Stored items:
=== Begin Enclosure ===

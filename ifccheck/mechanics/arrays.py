"""The arrays that formulas work on: one row per beam, per bar layer and per station."""

from __future__ import annotations

from dataclasses import dataclass
from typing import Self, TypeVar

import numpy as np
import numpy.typing as npt

Floats = npt.NDArray[np.float64]
Ints = npt.NDArray[np.intp]
Bools = npt.NDArray[np.bool_]
Scalar = TypeVar("Scalar", bound=np.generic)

ANCHOR_STRAIGHT, ANCHOR_HOOK, ANCHOR_FULL = 0, 1, 2
OWN, NEAR_WEB, IN_FLANGE = 0, 1, 2
"""Where the bars of a layer lie: in the beam itself, in slab that is its flange within the reach of
the web, in that slab farther out"""


def rows_of(values: npt.NDArray[Scalar], rows: Ints) -> npt.NDArray[Scalar]:
    """The given rows of the first axis, laid out in memory so that sums over the others are
    quick."""
    taken: npt.NDArray[Scalar] = values.T.take(rows, axis=-1, mode="clip").T
    return taken


@dataclass(frozen=True, slots=True)
class Members:
    """One row per beam (B), padded bar layers (B, L) and one row per section (K).

    A layer is a set of equal bars at one height with the same ends. Padding layers have
    area 0, diameter 1 and height 0.
    """

    concrete_strength: Floats
    """f'c [MPa] (B)"""
    density_factor: Floats
    """lambda for low-density concrete, 1 for normal (B)"""
    aggregate_size: Floats
    """Nominal largest aggregate [mm] (B)"""
    span: Floats
    """Span for the effective flange width [mm] (B)"""
    layer_height: Floats
    """Bar centres above the soffit [mm] (B, L)"""
    layer_area: Floats
    """Area of all the bars of the layer [mm2] (B, L)"""
    layer_bar_area: Floats
    """Area of one bar [mm2] (B, L)"""
    layer_diameter: Floats
    """[mm] (B, L)"""
    layer_yield: Floats
    """[MPa] (B, L)"""
    layer_start: Floats
    """x of the bars' start [mm] (B, L); -inf is allowed"""
    layer_end: Floats
    layer_start_anchor: Ints
    """ANCHOR_STRAIGHT, ANCHOR_HOOK or ANCHOR_FULL (B, L)"""
    layer_end_anchor: Ints
    layer_cover_distance: Floats
    """dcs: least of the distance from bar centre to the nearest concrete surface and 2/3 of
    the centre spacing in the layer [mm] (B, L)"""
    strips: Floats
    """Width profile: strips (z0, z1, w0, w1) from the soffit up [mm] (K, S, 4); padding strips
    have z0 = z1 = top of the section and no width"""
    overhang_left: Floats
    """Overhang of the wider top flange beyond the web, to the left [mm] (K); 0 without one"""
    overhang_right: Floats
    flange_thickness: Floats
    """Thickness of that flange [mm] (K); 0 without one"""
    layer_bundle: Ints | None = None
    """The most bars that are in contact with a bar of the layer, itself included (B, L); None
    where none is"""
    layer_lapped: Bools | None = None
    """Some bar of the layer laps another (B, L); None where none does"""
    layer_beyond: Floats | None = None
    """Length of the same bars beyond start and end of the layer [mm] (B, L, 2), where they go on
    bent or at another height and develop too; None where none does"""
    layer_place: Ints | None = None
    """OWN, NEAR_WEB or IN_FLANGE (B, L); None where all are the beams' own. Bars of a slab count
    where the top is in tension, never in shear; in longitudinal tension those near the web"""


@dataclass(frozen=True, slots=True)
class Chords:
    """How top and soffit are inclined to the axis, one row per station (N)."""

    top_rise: Floats
    """Rise of the top for each mm along x"""
    soffit_rise: Floats
    steel_follows: Bools
    """The bars near a face lie along it, else parallel to the axis"""


@dataclass(frozen=True, slots=True)
class Stations:
    """Places along the beams, one row each (N), sorted by beam, then x, then side."""

    beam: Ints
    """Row of Members (N)"""
    section: Ints
    """Row of Members.strips (N)"""
    x: Floats
    """[mm] from the beam's start (N)"""
    side: Ints
    """-1 just left, +1 just right of x, 0 where nothing jumps (N)"""
    stirrup_area: Floats
    """Area of all legs that cross the section [mm2] (N); 0 where there are none, nan where
    not known"""
    stirrup_spacing: Floats
    """[mm] (N); inf where there are none"""
    stirrup_yield: Floats
    """[MPa] (N)"""
    inside: Bools
    """Between the faces of the supports: where shear is checked (N)"""
    shear_loss: Floats
    """Depth that openings take away from what carries shear [mm] (N); nan where the section
    cannot be rated in shear"""
    chords: Chords | None = None
    """None where no chord is inclined"""


@dataclass(frozen=True, slots=True)
class Demand:
    """What acts at each station together; arrays of one shape (..., N).

    Every field is linear in the factor of a rated case.
    """

    moment: Floats
    """[N*mm], sagging positive"""
    shear: Floats
    """[N], positive when the left part pushes up"""
    critical_shear: Floats
    """The shear to check with: that at the critical section where the standard lets
    stations nearer to the support use it, else ``shear`` itself [N]"""
    peak_sagging: Floats
    """Upper bound of the sagging moment anywhere on the beam in the combination [N*mm], >= 0; a
    looser bound never makes a utilisation less"""
    peak_hogging: Floats
    """The same for hogging, as a positive number [N*mm]"""
    can_sag: Bools
    """Some arrangement of the loads puts the soffit in tension here"""
    can_hog: Bools

    def take(self, rows: Ints | slice) -> Self:
        """The same arrays at the given rows of the last axis."""
        return type(self)(*(getattr(self, name)[..., rows] for name in self.__slots__))

    def at(self, places: tuple[Ints, ...]) -> Self:
        """The same arrays at the given places, one index for each axis."""
        return type(self)(*(getattr(self, name)[places] for name in self.__slots__))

=== End Enclosure ===

YOUR GOAL:
Where a line of the records has the string "does", copy that line.

FINISHED EXERCISE:
    """Some bar of the layer laps another (B, L); None where none does"""
    bent or at another height and develop too; None where none does"""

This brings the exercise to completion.